■ **EXERCISE OBJECTIVE**:
Gather, from the data below, each line in which the word "kind" occurs.

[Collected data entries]
= = = = = = =

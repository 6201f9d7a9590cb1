import { Slot, useLocalSearchParams } from 'expo-router';

import { JobLoader } from '@/components/shell/JobLoader';

export default function JobLayout() {
  const { jobId } = useLocalSearchParams<{ jobId: string }>();
  return (
    <JobLoader jobId={jobId}>
      <Slot />
    </JobLoader>
  );
}
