import { useJobScreens } from '@/components/shell/use-job-screens';

export default function Sheets() {
  const { SheetsScreen } = useJobScreens();
  return <SheetsScreen />;
}
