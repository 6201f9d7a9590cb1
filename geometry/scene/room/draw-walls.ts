import type { Layout, Wall } from '../../core/layout';
import type { Point } from '../../core/point';
import { along } from '../../core/vector';
import type { RoomWalls, WallFrame } from '../../top/wall-frame';
import type { DrawItem, Stroke } from '../display-list';
import { readable, text } from './scene-styles';
import { outward, wallBodies, WALL_THICKNESS } from './wall-bodies';

export interface WallState {
  readonly selected: boolean;
  /** Disagrees with the other readings. */
  readonly retake: boolean;
  readonly taped: boolean;
}

/** How many times a bow is drawn larger than it is when that is asked for: 5/16 in would not be seen. */
export const LARGE_BOWS = 12;
/** px between a wall's body and its blade, and half the blade. */
const BLADE_OFF = 28;
const LETTER_IN = 26;

/** Body and line of every wall. */
export function drawWallLines(walls: RoomWalls, stateOf: (id: string) => WallState): DrawItem[] {
  return wallBodies(walls).flatMap(({ wall, outline }): DrawItem[] => {
    const state = stateOf(wall.id);
    const tag = { layer: 'walls', id: wall.id } as const;
    const body: DrawItem = state.taped
      ? { ...tag, kind: 'polygon', outline, fill: state.selected ? 'chalkT' : 'wall' }
      : { ...tag, kind: 'polygon', outline, stroke: { ink: 'ink2', width: 1.3, dash: [9, 6] } };
    return [body, { ...tag, kind: 'line', from: wall.start, to: wall.end, stroke: wallStroke(state) }];
  });
}

function wallStroke({ selected, retake, taped }: WallState): Stroke {
  if (retake) return { ink: 'red', width: 5, dash: [12, 5] };
  if (selected) return { ink: 'chalk', width: 5 };
  return taped ? { ink: 'ink', width: 2.6 } : { ink: 'ink2', width: 2.2, dash: [9, 6] };
}

/**
 * A wall's letter inside the room and its blade outside.
 *
 * @param free - whether a place along the wall, inches, has nothing standing in front of it
 */
export function drawWallReading(
  wall: WallFrame,
  readings: Wall,
  state: WallState,
  step: Layout['step'],
  free: (at: number) => boolean,
): DrawItem[] {
  const { turn, flipped } = readable(wall.along);
  const out = outward(wall);
  const tag = { layer: 'readings', id: `wall ${wall.id}` } as const;
  const reading = readings.length[0];
  const spot = [0.3, 0.5, 0.7, 0.2, 0.85].find((share) => free(share * wall.length)) ?? 0.3;
  const blade: DrawItem = {
    ...tag,
    kind: 'blade',
    at: along(along(wall.start, wall.along, wall.length / 2), out, WALL_THICKNESS),
    shift: [out[0] * BLADE_OFF, out[1] * BLADE_OFF],
    inches: reading?.value ?? null,
    step,
    turn,
    state: bladeState(state, readings),
    ...(flipped ? { hookRight: true } : {}),
  };
  const letter: DrawItem = {
    layer: 'letters',
    id: `wall ${wall.id}`,
    kind: 'text',
    at: along(wall.start, wall.along, spot * wall.length),
    shift: [wall.inward[0] * LETTER_IN, wall.inward[1] * LETTER_IN],
    text: wall.label,
    style: state.selected ? { ...text.wall, ink: 'chalk' } : text.wall,
    anchor: 'middle',
    middle: true,
  };
  return [letter, blade];
}

function bladeState(state: WallState, readings: Wall): 'set' | 'retake' | 'empty' | 'selected' | 'twice' {
  if (!state.taped) return 'empty';
  if (state.retake) return 'retake';
  if (state.selected) return 'selected';
  return readings.length.length > 1 ? 'twice' : 'set';
}

/** The free place along the wall that is nearest to the wanted one; the wanted one where nothing is free. */
function nearestFree(wanted: number, length: number, free: (at: number) => boolean): number {
  for (let off = 0; off < length; off += 6) {
    const found = [wanted - off, wanted + off].find(
      (at) => at > 0 && at < length && [-12, 0, 12].every((d) => free(at + d)),
    );
    if (found !== undefined) return found;
  }
  return wanted;
}

/**
 * The wall's true line, dotted, with its worst place in words.
 *
 * @param larger - how many times the bow is drawn larger than it is; 1 as measured
 */
export function drawBow(
  wall: WallFrame,
  step: Layout['step'],
  free: (at: number) => boolean,
  larger: number,
): DrawItem[] {
  const worst = wall.profile.reduce<{ at: number; off: number } | null>(
    (most, station) => (Math.abs(station.off) > Math.abs(most?.off ?? 0) ? station : most),
    null,
  );
  if (!worst) return [];
  const place = (at: number, off: number): Point =>
    along(along(wall.start, wall.along, at), wall.inward, -off * larger);
  const tag = { layer: 'readings', id: `bow ${wall.id}` } as const;
  const stations = [...wall.profile].sort((a, b) => a.at - b.at);
  // Words lie level: beside an upright wall they need their own half length more.
  const inward = (worst.off < 0 ? 34 : 24) + 44 * Math.abs(wall.inward[0]);
  return [
    {
      ...tag,
      kind: 'polyline',
      points: stations.map(({ at, off }) => place(at, off)),
      stroke: { ink: 'red', width: 2.4, dash: [2.4, 4] },
    },
    {
      ...tag,
      kind: 'runs',
      at: place(nearestFree(worst.at, wall.length, free), worst.off),
      shift: [wall.inward[0] * inward, wall.inward[1] * inward],
      runs: [
        { inches: Math.abs(worst.off), step, unit: true, style: text.alarmNumber },
        { text: worst.off < 0 ? ' bow at ' : ' hollow at ' },
        { inches: worst.at, step, style: text.alarm },
      ],
      style: text.alarm,
      anchor: 'middle',
      middle: true,
      ground: 'card',
    },
  ];
}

= = = = = = =

■ **RESPONSE**:
      ? { ...tag, kind: 'polygon', outline, fill: state.selected ? 'chalkT' : 'wall' }
      : { ...tag, kind: 'polygon', outline, stroke: { ink: 'ink2', width: 1.3, dash: [9, 6] } };
    return [body, { ...tag, kind: 'line', from: wall.start, to: wall.end, stroke: wallStroke(state) }];
    kind: 'blade',
    kind: 'text',
      kind: 'polyline',
      kind: 'runs',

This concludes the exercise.